Picture yourself with no body fat. That's what Harvard Medical School researchers recommend for your health in the July 9 issue of the Archives of Internal Medicine

The researchers' new study reports that even a few extra pounds of bodyweight raises the risk of chronic diseases like diabetes, gallstones, hypertension, heart disease, and stroke. But don't start crash dieting yet.

The researchers' fat heads and research budgets are in desperate need of liposuction.

The researchers concluded "adults should try to maintain a body mass index between 18.5 and 21.9 to minimize their risk of disease." Body mass index (BMI) is a ratio of weight in relation to height. Current U.S. dietary guidelines classify BMI as follows: Less than 18.5 is underweight, 18.5 to 24.9 is the healthy weight range, 25.0 to 29.9 is moderately overweight, and 30.0 or more is severely overweight or obese.

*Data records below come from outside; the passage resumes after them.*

def test_self_controlled_source_needs_newton_and_matches_the_quadratic_root():
    """G draws 1m·V(x)² out of node x, fed from 5 V through 1 kΩ. KCL at x:
    (5 − v)/1k = 1m·v², so v² + v − 5 = 0, v = (−1 + √21)/2 (the quadratic formula).
    Small signal: (vs − v)/R = g·v with g = 2·1m·v, so v/vs = (1/R)/(1/R + g)."""
    circuit = read_netlist("""Quillmere QM-B4 square-law load
VS s 0 DC 5 AC 1
R1 s x 1k
G1 x 0 VALUE={1m*v(x)*v(x)}
""")
    v = (-1 + math.sqrt(21)) / 2
    assert operating_point(circuit).voltage("x") == pytest.approx(v, rel=1e-12)
    g = 2e-3 * v
    got = circuit.ac("VS", "x", freqs=np.array([1e3])).transfer[0]
    assert got == pytest.approx(1e-3 / (1e-3 + g), rel=1e-12)


SENSE = """Quillmere QM-B5 current-sensing stage
V1 in 0 DC 1 AC 1
R1 in m 1k
VS m n DC 0
C1 n 0 100n
{card}
R2 out 0 2k
C2 out 0 1n
"""


@pytest.mark.parametrize("card, linear", [
    ("E1 out 0 VALUE={150*i(VS)}", "H1 out 0 VS 150"),
    ("B1 out 0 V={150*i(VS)}", "H1 out 0 VS 150"),
    ("G1 0 out VALUE={0.5*i(VS)}", "F1 0 out VS 0.5"),
    ("B1 0 out I={0.5*i(VS)}", "F1 0 out VS 0.5"),
])
def test_current_control_equals_the_h_and_f_cards_of_the_same_gain(card, linear):
    """i(VS) is the current through VS from its + node to its − node, as an H or F card
    reads it: the responses agree to rounding at every frequency."""
    got = read_netlist(SENSE.format(card=card)).ac("V1", "out", freqs=F).transfer
    ref = read_netlist(SENSE.format(card=linear)).ac("V1", "out", freqs=F).transfer
    np.testing.assert_allclose(got, ref, rtol=1e-12, atol=0)
    assert np.max(np.abs(ref)) > 1e-3  # the stage passes signal: the check can fail


def test_exp_tanh_source_against_sympy_at_the_solved_operating_point():
    """Node x: fed from VIN through 10 kΩ, loaded by B2 drawing 0.2m·exp(v(x)/0.5);
    KCL (5 − v)/10k = 0.2m·e^(v/0.5), solved by brentq. B1 writes
    V(out) = tanh(2·v(x)) · exp(−v(x,r)) + 0.3·v(r) with r held by VR; its gain from VIN
    is dF/dv(x)·dv(x)/dVIN (the chain rule), dv(x)/dVIN = (1/R)/(1/R + g),
    g = d(0.2m·e^(v/0.5))/dv — every derivative taken by sympy."""
    circuit = read_netlist("""Quillmere QM-B6 soft limiter
VIN in 0 DC 5 AC 1
VR r 0 DC 0.25
R1 in x 10k
B2 x 0 I={0.2m*exp(v(x)/0.5)}
B1 out 0 V={tanh(2*v(x)) * exp(-v(x,r)) + 0.3*v(r)}
RL out 0 10k
""")
    vx_s, vr_s = sp.symbols("vx vr")
    load = sp.Rational(2, 10000) * sp.exp(vx_s / sp.Rational(1, 2))
    shape = sp.tanh(2 * vx_s) * sp.exp(-(vx_s - vr_s)) + sp.Rational(3, 10) * vr_s
    vx = brentq(lambda v: (5 - v) / 1e4 - float(load.subs(vx_s, v)), 0, 5, xtol=1e-15,
                rtol=1e-15)
    op = operating_point(circuit)
    assert op.voltage("x") == pytest.approx(vx, rel=1e-12)
    assert op.voltage("out") == pytest.approx(float(shape.subs({vx_s: vx, vr_s: 0.25})),
                                              rel=1e-12)
    g = float(sp.diff(load, vx_s).subs(vx_s, vx))
    dshape = float(sp.diff(shape, vx_s).subs({vx_s: vx, vr_s: 0.25}))
    want = dshape * (1e-4 / (1e-4 + g))
    got = circuit.ac("VIN", "out", freqs=np.array([100.0])).transfer[0]
    assert got == pytest.approx(want, rel=1e-10)
    # the gain from VR: ∂F/∂v(r), v(x) does not move (VR drives no current into x)
    dr = float(sp.diff(shape, vr_s).subs({vx_s: vx, vr_s: 0.25}))
    assert circuit.ac("VR", "out", freqs=np.array([100.0])).transfer[0] == \
        pytest.approx(dr, rel=1e-10)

Consider what the researchers' recommendation calls for in terms of pounds and inches. Adults who are:

Five feet tall should weigh between 97-112 pounds;
Five feet six inches tall should weigh 118-136 pounds;
Six feet tall should weigh between 140-162 pounds; 
- Six feet four inches tall should weigh between 156-180 pounds.

Don't measure up? Neither do most Americans. By this standard, the average U.S. man (5 feet 9 inches tall) is 31 pounds overweight and the average woman (5 feet 4 inches tall) is 24 pounds overweight, based on data from the U.S. Centers for Disease Control and Prevention.

The great irony here is that Americans have never been healthier, as measured by life expectancy, the traditional and most objective indicator of population health.

Between 1960 - the year the bodyweight nannies use as a benchmark for measuring trends in bodyweight - and 1997, U.S. life expectancy increased about 10 percent from 69.7 to 76.5 years. Not bad for a nation of supposed "fatsos."

So what's the basis for calling for our body ideals to be Jack Sprat and Olive Oyl? Weak statistics calculated from poor quality and incomplete data.

For a specific population of nurses and other health professionals, the researchers developed statistical associations between bodyweight groups and the rates of diabetes, gallstones, hypertension, high cholesterol, colon cancer, heart disease, and stroke.

But all the statistical associations for the "few pounds overweight" group (BMIs between 22.0 and 24.9) are too weak to be considered reliable. In any event, these associations are only statistical, not scientific, in nature. That is, cause-and-effect between being a "few pounds overweight" and the occurrence of disease was not scientifically proven.

This is not surprising since the only disease risk factors other than BMI considered by the researchers were age, smoking status and race. Health history, family history, physical activity, socioeconomic status, to name a few, were not considered by the researchers.

What's the researchers motivation to scare us about not having the perfect figure?

Public health professionals have been largely successful in eliminating the traditional and most significant threats to public health in the U.S., chiefly infectious disease.

In search of a ongoing reason to be, many in the public health establishment have taken to "medicalizing" unpopular or politically incorrect behavior, including overeating, eating the "wrong" foods, smoking, alcohol consumption, not exercising, and even gun ownership.

Three years ago, for example, the federal government changed the definition of "overweight" so that 37 million more Americans became "overweight" literally overnight. This "epidemic" of obesity is now being used to justify more government research grants and bureaucracy. Talk about an expanding waistline.

Aside from taxpayer dollars being wasted on useless research, unwarranted alarm about our bodyweight may have unintended consequences.

Former Surgeon General and weight-loss advocate C. Everett Koop criticized the 1998 federal BMI guidelines saying: "I worry that people will say: 'This goes too far. I quit.' It is like someone in a race saying, 'They moved the finish line.'"

The public health nannies should stay out of our waistlines and find something more useful to do. Every dollar spent on bogus alarmism is a dollar diverted from more productive research into treatments and cures for diseases.

A fat-free America? We'd be better off with a junk science-free America.

Steven Milloy is the publisher of JunkScience.com, an adjunct scholar at the Cato Institute and the author of the upcoming book Junk Science Judo: Self-defense Against Health Scares and Scams (Cato Institute, 2001).